#### DATA TO USE:
·····
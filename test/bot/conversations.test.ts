// Whole conversations through the CLI path on the demo data, written the way people write:
// typos, several questions in one message, relative dates, no metric, an unknown metric, a plan
// edit, a cancel, answers typed instead of clicked.
import { mkdtempSync, writeFileSync } from 'node:fs';
import { tmpdir } from 'node:os';
import { join } from 'node:path';
import { beforeAll, describe, expect, it } from 'vitest';
import type { RecordedThread } from '../../adapters/file-thread/FileThread.js';
import { ask } from '../../cli/ask.js';
import { demoFixture } from '../helpers/demo-fixture.js';

const now = new Date('2026-12-01T09:00:00Z');
let configPath: string;
beforeAll(async () => {
  configPath = (await demoFixture()).configPath;
});

async function converse(request: string, answers: string): Promise<{ end: string; thread: RecordedThread }> {
  const dir = mkdtempSync(join(tmpdir(), 'tc-conv-'));
  writeFileSync(join(dir, 'answers.yaml'), answers);
  const r = await ask({ configFile: configPath, request, answersFile: join(dir, 'answers.yaml'), outDir: join(dir, 'out'), now });
  return { end: r.end, thread: r.thread.thread };
}

const bot = (t: RecordedThread) => t.posts.filter((p) => p.author === 'threadcount');
// The brief card holds the plan; corrections edit it in place (test/bot/brief-card.test.ts).
const card = (t: RecordedThread) => bot(t).find((p) => p.text.startsWith('*Here is what I understood.*'))!;

describe('scripted conversations', () => {
  it('the demo request covers all four request kinds and ends with a digest', async () => {
    const { end, thread } = await converse(
      'Ops review is on the 15th. Could the data team tell us whether this summer beat last summer, which routes and booking channels drove the difference, whether SkerryPass holders really travel more often than other customers since it launched, and where average fare per passenger and the share of revenue we refunded stand for the last full month?',
      'metrics: revenue\naudience: managers\n',
    );
    expect(end).toBe('done');
    const text = card(thread).text;
    for (const heading of ['*Growth*', '*Performance*', '*KPI snapshot*']) expect(text).toContain(heading);
    // The data ends on 18 June 2025: this summer so far, against the same days a year earlier (docs/reading.md).
    expect(text).toMatch(/1 June to 18 June 2025 so far against 1 June to 18 June 2024/);
    // Nothing asked: the summer question's measure is assumed (the headline one) and said on the card.
    expect(bot(thread).map((p) => p.promptTopic).filter(Boolean)).toEqual([]);
    expect(text).toMatch(/Revenue \(assumed\)/);
    const answers = bot(thread).filter((p) => /^\*\d+\. /.test(p.text));
    expect(answers.length).toBeGreaterThanOrEqual(12);
    expect(answers.some((p) => /pass holders/i.test(p.text) && /observational|not proof|cannot prove/i.test(p.text))).toBe(true);
    const summary = bot(thread).find((p) => p.text.startsWith('*Summary*'))!;
    expect(summary.files.map((f) => f.kind)).toEqual(['digest']);
  });

  it('tolerates typos, takes typed answers and a plan edit', async () => {
    const { end, thread } = await converse(
      'hey, how has revnue trended?? need it for the board by friday',
      'grain: "by quarter please"\nwindow: "since 2023"\nplan: ["drop 2", "go"]\n',
    );
    expect(end).toBe('done');
    expect(bot(thread)[0]!.text).toMatch(/revenue/);
    // "the board" sets the audience and "by friday" the deadline: neither is asked.
    expect(bot(thread).map((p) => p.promptTopic)).not.toContain('audience');
    expect(bot(thread).map((p) => p.promptTopic)).not.toContain('deadline');
    // The grain, the period and the drop are corrections to one card, each confirmed in a line.
    const confirmations = bot(thread).filter((p) => p.text.startsWith('Updated the brief above:')).map((p) => p.text);
    expect(confirmations).toEqual([expect.stringMatching(/grain: quarterly/), expect.stringMatching(/period: 1 January 2023 to 18 June 2025/), expect.stringMatching(/dropped: /)]);
    const dropped = /dropped: (.+)\.$/.exec(confirmations[2]!)![1]!;
    expect(card(thread).text).not.toContain(dropped);
    expect(card(thread).text).toMatch(/Quarterly revenue, 1 January 2023 to 18 June 2025/);
    expect(card(thread).edits).toBe(4);
  });

  it('asks for a metric when none is named, and lists the catalog for one that does not exist', async () => {
    const none = await converse('can you look at how things have moved over time?', 'metrics: "bookings"\n');
    expect(bot(none.thread).find((p) => p.promptTopic === 'metrics')!.text).toMatch(/Which metric/);
    expect(none.end).toBe('done');
    const unknown = await converse('show me the trend of churn', 'metrics: "churn"\n');
    const prompts = bot(unknown.thread).filter((p) => p.promptTopic === 'metrics');
    expect(prompts[0]!.text).toMatch(/I don't have a metric called "churn"/);
    // The typed "churn" is refused with the catalog, then "ok" takes the recommendation, which is
    // to stop: nothing in the data measures churn, and no other measure is offered in its place.
    expect(prompts[1]!.text).toMatch(/I couldn't match "churn" to a metric\. I can measure: Revenue, Bookings/);
    expect(prompts[0]!.text).toMatch(/Recommended: \*Stop here\*/);
    expect(unknown.end).toBe('cancelled');
    expect(bot(unknown.thread).at(-1)!.text).toMatch(/^Cancelled/);
  });

  it('stops on cancel at the plan', async () => {
    const { end, thread } = await converse('monthly passengers trend', 'plan: cancel\n');
    expect(end).toBe('cancelled');
    expect(bot(thread).at(-1)!.text).toMatch(/^Cancelled/);
    expect(bot(thread).some((p) => p.files.length > 0)).toBe(false);
  });

  it('reads relative deadlines', async () => {
    const { thread } = await converse('revenue trend, needed by end of next month', 'plan: cancel\n');
    expect(bot(thread).map((p) => p.promptTopic)).not.toContain('deadline');
  });

  it('takes plan edits that add a breakdown and change the period, and refuses personal data', async () => {
    const { end, thread } = await converse(
      'monthly revenue trend for the ops team',
      'deadline: none\nwindow: all\nplan: ["add a breakdown by customer email", "add a breakdown by channel", "use 2024", "go"]\n',
    );
    expect(end).toBe('done');
    const notes = bot(thread).map((p) => p.text);
    expect(notes.some((t) => /personal data/.test(t) && /Customer email/.test(t))).toBe(true);
    expect(card(thread).text).toMatch(/Revenue by booking channel over time/);
    expect(card(thread).text).toMatch(/January 2024 to December 2024/);
    expect(bot(thread).some((p) => p.files.some((f) => f.path.includes('segment_trend')))).toBe(true);
  });
});
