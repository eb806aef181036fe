// The monthly table a manager asks for, as a whole conversation through the CLI path on the demo
// data (invented Skerrywake bookings): one table image per page, its CSV, and the takeaway across
// the three metrics leading the summary. The window is typed in the prompt until the request
// reader takes it from the request itself.
import { mkdtempSync, readFileSync, writeFileSync } from 'node:fs';
import { tmpdir } from 'node:os';
import { join } from 'node:path';
import * as aq from 'arquero';
import { beforeAll, describe, expect, it } from 'vitest';
import type { RecordedThread } from '../../adapters/file-thread/FileThread.js';
import { ask } from '../../cli/ask.js';
import { demoFixture } from '../helpers/demo-fixture.js';

const REQUEST =
  'revenue, bookings and average fare per booking month by month for 2023 and 2024, with the growth on the year before, and the best and worst months called out';

let dir: string;
let thread: RecordedThread;
let end: string;

beforeAll(async () => {
  const demo = await demoFixture();
  dir = mkdtempSync(join(tmpdir(), 'tc-table-'));
  writeFileSync(join(dir, 'answers.yaml'), 'window: "2023 to 2024"\naudience: managers\n');
  const r = await ask({ configFile: demo.configPath, request: REQUEST, answersFile: join(dir, 'answers.yaml'), outDir: join(dir, 'out'), now: new Date('2026-12-01T09:00:00Z') });
  end = r.end;
  thread = r.thread.thread;
}, 300_000);

const bot = () => thread.posts.filter((p) => p.author === 'threadcount');

describe('"revenue, bookings and average fare per booking month by month for 2023 and 2024…"', () => {
  it('plans the table first and answers it with one image per page, the table as CSV and its SQL', () => {
    expect(end).toBe('done');
    const plan = bot().find((p) => p.text.startsWith('*Here is what I understood.*'))!;
    expect(plan.text).toMatch(/^1\. A table of revenue, bookings and average fare per booking month by month \(January 2023 to December 2024\)/m);
    const table = bot().find((p) => p.text.startsWith('*1. '))!;
    const names = table.files.map((f) => f.path);
    expect(names).toEqual([
      'charts/01-period_table-revenue-bookings-average_fare-p1.png',
      'charts/01-period_table-revenue-bookings-average_fare-p2.png',
      'tables/01-period_table-revenue-bookings-average_fare.csv',
      'tables/01-period_table-revenue-bookings-average_fare-by_period.csv',
      'sql/01-period_table-revenue-bookings-average_fare.sql',
    ]);
    // 24 months as two pages of twelve: every page is a PNG of the same size.
    const sizes = names.filter((n) => n.endsWith('.png')).map((n) => readFileSync(join(dir, 'out', n))).map((b) => [b.readUInt32BE(16), b.readUInt32BE(20)]);
    expect(sizes[0]).toEqual(sizes[1]);
    const csv = aq.fromCSV(readFileSync(join(dir, 'out', names[2]!), 'utf8'), { parse: { period: String } }).objects() as Record<string, unknown>[];
    expect(csv.map((r) => r.period)).toEqual([...Array.from({ length: 24 }, (_, i) => `${2023 + Math.floor(i / 12)}-${String((i % 12) + 1).padStart(2, '0')}-01`), 'total']);
    expect(csv.filter((r) => r.revenue_mark === 'best').map((r) => r.period)).toEqual(['2024-07-01']);
  });

  it('leads the summary with one takeaway across the three metrics', () => {
    const summary = bot().find((p) => p.text.startsWith('*Summary*'))!;
    const first = summary.text.split('\n')[1]!;
    expect(first).toBe(
      '- Revenue peaked in July 2024 at €318K on 8.31K bookings; in December 2024, against a year earlier, bookings fell faster than revenue (−0.9% against −0.2%), so the average fare per booking rose 0.8%. (see 1)',
    );
  });
});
·····
#### WORK TO COMPLETE:
Copy out each line of the listing that holds the word "some".

#### OUTPUT OF THE EXERCISE:
    expect(answers.some((p) => /pass holders/i.test(p.text) && /observational|not proof|cannot prove/i.test(p.text))).toBe(true);
    expect(bot(thread).some((p) => p.files.length > 0)).toBe(false);
    expect(notes.some((t) => /personal data/.test(t) && /Customer email/.test(t))).toBe(true);
    expect(bot(thread).some((p) => p.files.some((f) => f.path.includes('segment_trend')))).toBe(true);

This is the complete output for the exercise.